Apparent activation energy of multicomponent transition metal oxalates to probe synthesis of battery precursor materials

In this study the apparent activation energy of pure and multicomponent transition metal oxalate coprecipitation reactions were experimentally measured via time dependent extinction of light passing through the reaction solution. These measurements provide a quantitative descriptor of the influence of the relative transition metal composition on the nucleation and growth processes of the precipitates. The resulting crystal structures of the synthesized precursors were also determined and put into the context of the measured coprecipitation apparent activation energies, revealing that the apparent activation energy may indicate impurity or secondary phase formation before it was detectable with X-ray diffraction.
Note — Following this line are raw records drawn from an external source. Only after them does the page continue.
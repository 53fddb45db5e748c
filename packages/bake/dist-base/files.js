/**
 * Atomic file writes shared by the baker, the cache folder and the CLI: every file goes to a temp file in
 * its own folder (".<name>.tmp-<pid>-<random>"), then is renamed over the target, so readers see the old
 * file or the whole new one. A temp file is removed on every failure path; the ones alive at a signal are
 * removed by removeLiveTempFiles(); those a killed process left behind are swept by sweepStaleTempFiles()
 * (only when their pid is no longer running). A symbolic link at a target is refused, never followed.
 */
import { randomBytes } from 'node:crypto';
import { lstatSync, mkdirSync, readdirSync, readFileSync, renameSync, rmSync, statSync, writeFileSync } from 'node:fs';
import { basename, dirname, join } from 'node:path';
import { LightkilnError, unsafePath } from './errors.js';
const live = new Set();
const TEMP_NAME = /\.tmp-(\d+)-[0-9a-f]+$/;
/** A fresh temp path beside `path`, registered until it is renamed or removed. */
function tempPath(path) {
    const tmp = join(dirname(path), `.${basename(path)}.tmp-${process.pid}-${randomBytes(6).toString('hex')}`);
    live.add(tmp);
    return tmp;
}
function removeTemp(tmp) {
    live.delete(tmp);
    try {
        rmSync(tmp, { force: true });
    }
    catch {
        // Nothing more to do: the sweep of the next run removes it.
    }
}
/** Throws UNSAFE_PATH when `path` is a symbolic link (a write must never follow one). */
export function refuseSymlink(path) {
    try {
        if (lstatSync(path).isSymbolicLink())
            throw unsafePath(path, 'an existing symbolic link would be replaced');
    }
    catch (error) {
        if (error instanceof LightkilnError)
            throw error;
    }
}
/** The error of a failed write, naming the file and the system's reason (e.g. ENOSPC: the disk is full). */
export function writeError(path, error) {
    if (error instanceof LightkilnError)
        return error;
    const code = error.code;
    const reason = code === 'ENOSPC' ? 'no space left on the device' : code === 'EACCES' || code === 'EPERM' ? 'permission denied' : code === 'EROFS' ? 'read-only file system' : error instanceof Error ? error.message : String(error);
    return new LightkilnError('IO_ERROR', `cannot write ${path}: ${reason}${typeof code === 'string' ? ` (${code})` : ''}`, { file: path, cause: error });
}
/** Writes bytes to a temp file beside `final` (refusing a symlink there); the caller renames or discards it. */
export function stageFile(final, bytes) {
    refuseSymlink(final);
    const tmp = tempPath(final);
    try {
        writeFileSync(tmp, bytes, { flag: 'wx' });
    }
    catch (error) {
        removeTemp(tmp);
        throw writeError(final, error);
    }
    return { tmp, final };
}
/** Renames staged files over their targets, in order; removes them all on failure. */
export function commitFiles(files) {
    for (let i = 0; i < files.length; i++) {
        try {
            renameSync(files[i].tmp, files[i].final);
            live.delete(files[i].tmp);
        }
        catch (error) {
            discardFiles(files.slice(i));
            throw writeError(files[i].final, error);
        }
    }
}
export function discardFiles(files) {
    for (const f of files)
        removeTemp(f.tmp);
}
/** True when `path` is a regular file holding exactly `bytes` (so a rewrite can be skipped, mtime kept). */
export function sameContent(path, bytes) {
    try {
        const st = lstatSync(path);
        if (!st.isFile() || st.size !== bytes.length)
            return false;
        return Buffer.compare(readFileSync(path), bytes) === 0;
    }
    catch {
        return false;
    }
}
/** Writes one file atomically. */
export function writeFileAtomic(path, bytes) {
    commitFiles([stageFile(path, bytes)]);
}
/**
 * Writes several files atomically as a set (all staged first, then renamed; nothing renamed when one
 * fails), creating their folders. Symbolic links at any target are refused before anything is written.
 */
export function writeFilesAtomic(files) {
    for (const f of files)
        refuseSymlink(f.path);
    for (const f of files) {
        try {
            mkdirSync(dirname(f.path), { recursive: true });
        }
        catch (error) {
            throw writeError(dirname(f.path), error);
        }
    }
    const staged = [];
    try {
        for (const f of files)
            staged.push(stageFile(f.path, f.bytes));
    }
    catch (error) {
        discardFiles(staged);
        throw error;
    }
    commitFiles(staged);
}
/** Removes every temp file this process has open (called on SIGINT / SIGTERM before exiting). */
export function removeLiveTempFiles() {
    const n = live.size;
    for (const tmp of [...live])
        removeTemp(tmp);
    return n;
}
function processAlive(pid) {
    if (pid === process.pid)
        return true;
    try {
        process.kill(pid, 0);
        return true;
    }
    catch (error) {
        return error.code === 'EPERM';
    }
}
/** Finds the temp files of dead processes in `dir` (not recursive) and removes them unless dryRun. */
export function sweepStaleTempFiles(dir, dryRun = false) {
    let files = 0;
    let bytes = 0;
    let names;
    try {
        names = readdirSync(dir);
    }
    catch {
        return { files, bytes };
    }
    for (const name of names) {
        const m = TEMP_NAME.exec(name);
        if (m === null || !name.startsWith('.') || processAlive(Number(m[1])))
            continue;
        const path = join(dir, name);
        try {
            const st = lstatSync(path);
            if (!st.isFile())
                continue;
            files++;
            bytes += st.size;
            if (!dryRun)
                rmSync(path, { force: true });
        }
        catch {
            // gone meanwhile
        }
    }
    return { files, bytes };
}
/** statSync that returns null instead of throwing. */
export function statOrNull(path) {
    try {
        return statSync(path);
    }
    catch {
        return null;
    }
}
//# sourceMappingURL=files.js.map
/**
 * `@lightkiln/bake/warm`: starts the process-wide pool's workers and their kernel warm-up now, before the
 * caller loads the rest of the bake (a command line tool calls it first thing, so thread start-up and the
 * workers' module compilation overlap its own module loading, input reading and decoding). A bake made
 * afterwards with the same thread count (createBaker({ threads })) uses these workers.
 */
import { getSharedPool } from '@lightkiln/pool';
import { KERNEL_MODULE } from './kernel-module.js';
/** threads: as createBaker's (undefined = every core); 0 does nothing. Best effort, never throws. */
export function warmSharedPool(threads) {
    if (threads === 0)
        return;
    try {
        getSharedPool(threads === undefined ? {} : { threads }).warm(KERNEL_MODULE);
    }
    catch {
        // An invalid count is reported by the bake itself.
    }
}
//# sourceMappingURL=warm.js.map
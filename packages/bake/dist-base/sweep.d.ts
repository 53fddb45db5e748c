/**
 * The sample-budget sweep: for each method and budget, bake the specular chain (levels >= 1) of one probe,
 * time it (median of repeats) and measure each level against the brute-force reference convolution:
 * relative RMSE of BT.709 luminance, and the 99.9th-percentile texel error (|Y - Y_ref| over the level's
 * mean reference luminance), where fireflies show. Writes nothing itself; see sweepReport() for files.
 */
import { type Recipe } from './recipe.js';
import type { BakeProgress } from './stages/context.js';
/** 'quadrature' is the default deterministic estimator: one point (it takes no sample budget). */
export type SweepMethod = 'plain' | 'filtered' | 'filtered-rotated' | 'quadrature';
export declare const SWEEP_METHODS: readonly SweepMethod[];
export interface SweepOptions {
    /** The probe: any recipe input (path or bytes); the recipe's other fields set size and roughness. */
    readonly recipe: Recipe;
    /** Uniform samples per texel to try, and/or "default" (the default preset's per-level ramp). */
    readonly budgets?: readonly (number | 'default')[];
    readonly methods?: readonly SweepMethod[];
    /** Timed repeats per point; the median is reported. Default 3. */
    readonly repeats?: number;
    readonly threads?: number;
    readonly signal?: AbortSignal;
    readonly onProgress?: (p: BakeProgress) => void;
}
export interface SweepPoint {
    readonly method: SweepMethod;
    readonly budget: number | 'default';
    /** Median wall time of the specular chain in milliseconds, and the repeats behind it. */
    readonly medianMs: number;
    readonly repeats: number;
    /** Per level (index = level, level 0 is exact and reported as 0). */
    readonly relativeRmse: readonly number[];
    readonly p999: readonly number[];
}
export interface SweepResult {
    readonly probe: string;
    readonly size: number;
    readonly roughness: readonly number[];
    readonly referenceMs: number;
    readonly points: readonly SweepPoint[];
    readonly summary: SweepSummary;
}
export interface SweepSummary {
    /** Cheapest filtered budget whose worst level is under 1% relative RMSE, and its time. */
    readonly cheapestUnderOnePercent: {
        readonly budget: number | 'default';
        readonly medianMs: number;
    } | null;
    /** Time of the default preset (filtered) and its ratio to the cheapest budget above. */
    readonly defaultMs: number | null;
    readonly defaultOverCheapest: number | null;
    /**
     * At the plain method's default-preset time: worst-level 99.9th-percentile error of the filtered
     * method divided by that of the plain method (log-log interpolation along each method's curve).
     */
    readonly filteredOverPlainP999AtDefaultTime: number | null;
}
export declare function sweepBudgets(options: SweepOptions): Promise<SweepResult>;
/** CSV, Markdown and SVG (error vs time, log-log, one line per method) of a sweep. */
export declare function sweepReport(result: SweepResult): {
    csv: string;
    markdown: string;
    svg: string;
};
//# sourceMappingURL=sweep.d.ts.map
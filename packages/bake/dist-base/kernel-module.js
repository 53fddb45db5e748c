/** Where the bake's kernels live (built `.js`, which pool workers import). A leaf module: nothing heavy loads with it. */
import { builtModuleUrl } from '@lightkiln/pool';
export const KERNEL_MODULE = builtModuleUrl(import.meta.url, './kernels/index.js');
//# sourceMappingURL=kernel-module.js.map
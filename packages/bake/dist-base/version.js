/**
 * `@lightkiln/bake/version`: the constants that identify what a bake makes, with no imports, so the CLI's
 * up-to-date check can read them without loading the bake.
 */
export const TOOL_NAME = 'lightkiln';
export const TOOL_VERSION = '0.1.0';
/** Algorithm versions: bump one when its stage's output changes, to invalidate old cache entries. */
export const STAGE_VERSIONS = Object.freeze({
    source: 1, pyramid: 9, level: 10, sh: 2, irradianceCube: 1, dfg: 2, specularFile: 4, irradianceFile: 3, lutFile: 2, view: 1, preview: 1,
});
/** The file that marks a folder as a lightkiln cache (only such folders are ever emptied). */
export const CACHE_MARKER_NAME = '.lightkiln-cache-folder';
//# sourceMappingURL=version.js.map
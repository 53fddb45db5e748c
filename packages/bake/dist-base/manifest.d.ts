/** The `<probe>.probe.json` manifest (the repo README, "The library"): everything a consumer needs without the code. */
import { type ResolvedRecipe } from './recipe.js';
import type { InputFile, SanitizeCounts } from './stages/source.js';
export declare const MANIFEST_SCHEMA_VERSION = 1;
export { TOOL_NAME, TOOL_VERSION } from './version.js';
export interface ManifestLevel {
    readonly level: number;
    readonly size: number;
    readonly roughness: number;
    /** Samples per texel requested, and those with n.l > 0 actually used (source texels for reference). */
    readonly samples: number;
    readonly usedSamples: number;
    /**
     * Estimated RMS over texels of the relative error in BT.709 luminance (each texel's error over its own
     * luminance; 0 = exact at this level). See the bake README for how each method estimates it.
     */
    readonly relativeErrorEstimate: number;
}
export interface ManifestArtifact {
    readonly kind: 'specular' | 'irradiance' | 'lut' | 'view' | 'preview';
    readonly path: string;
    readonly format: string;
    readonly byteLength: number;
    readonly sha256: string;
}
export interface Manifest {
    readonly schemaVersion: number;
    readonly tool: {
        readonly name: string;
        readonly version: string;
    };
    readonly probe: string;
    readonly inputs: readonly {
        readonly path: string;
        readonly byteLength: number;
        readonly sha256: string;
    }[];
    readonly recipe: Omit<ResolvedRecipe, 'input'> & {
        readonly input: {
            readonly path: string | null;
            readonly name: string;
            readonly layout: string;
            readonly faces: readonly string[] | null;
        };
    };
    readonly conventions: Readonly<Record<string, string>>;
    /**
     * The level of detail a shader samples the specular chain at for perceptual roughness r, as a formula
     * to copy, e.g. "lod = (L - 1) * pow(r, 0.8), L = 6" (textureLod(cube, R, lod)).
     */
    readonly roughnessToLod: string;
    readonly levels: readonly ManifestLevel[];
    readonly sh: {
        readonly basis: string;
        readonly window: {
            readonly kind: string;
            readonly width: number;
        };
        readonly radiance: readonly (readonly [number, number, number])[];
        readonly irradiance: readonly (readonly [number, number, number])[];
    };
    readonly irradianceCube: {
        readonly size: number;
        readonly source: string;
        readonly stores: string;
    };
    readonly lut: {
        readonly size: number;
        readonly samples: number;
        readonly channels: readonly string[];
    } | null;
    readonly artifacts: readonly ManifestArtifact[];
    readonly sanitized: SanitizeCounts;
    /** Texels of each written cube clamped to the largest finite value of its format (never Inf in a file). */
    readonly clampedToFormat: {
        readonly specular: number;
        readonly irradiance: number;
    };
    readonly timingsMs: Readonly<Record<string, number>>;
    readonly cache: {
        readonly hits: number;
        readonly misses: number;
        readonly corrupt: number;
        readonly writes: number;
    };
}
export declare const CONVENTIONS: Readonly<Record<string, string>>;
/** SH coefficients as 9 [r, g, b] triples in the order of the manifest's `sh.basis`. */
export declare function shTriples(coeffs: ArrayLike<number>): [number, number, number][];
/** What the manifest is assembled from: the bake's recipe and inputs, and the metadata its files carried. */
export interface ManifestParts {
    readonly recipe: ResolvedRecipe;
    readonly inputs: readonly InputFile[];
    readonly inputHashes: readonly string[];
    readonly levels: readonly ManifestLevel[];
    readonly sh: {
        readonly radiance: readonly number[];
        readonly irradiance: readonly number[];
    };
    readonly lutChannels: readonly string[] | null;
    readonly artifacts: readonly ManifestArtifact[];
    readonly sanitized: SanitizeCounts;
    readonly clampedToFormat: {
        readonly specular: number;
        readonly irradiance: number;
    };
    readonly timingsMs: Readonly<Record<string, number>>;
    readonly cache: Manifest['cache'];
}
export declare function assembleManifest(p: ManifestParts): Manifest;
//# sourceMappingURL=manifest.d.ts.map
This paper is the first report of using apparent activation energies to investigate battery precursor coprecipitation reactions, and these methods should be extendable to chemistry for coprecipitation of many multicomponent transition metal particles which have applications in multiple fields including energy storage materials. Coprecipitation induction periods were measured quantitatively by tracking extinction of light as a function of time at different temperatures. Calculated apparent activation energies from the induction times were then used to provide insights into the synthesis process for multicomponent particles commonly used as battery material precursors. [Display omitted] •Activation energy study conducted on metal oxalate coprecipitation reactions.•Apparent activation energies measured via time dependent extinction of light.•New phase formation possibly indicated by local minimum of activation energies.•Activation energy was quantitative descriptor for multicomponent coprecipitation.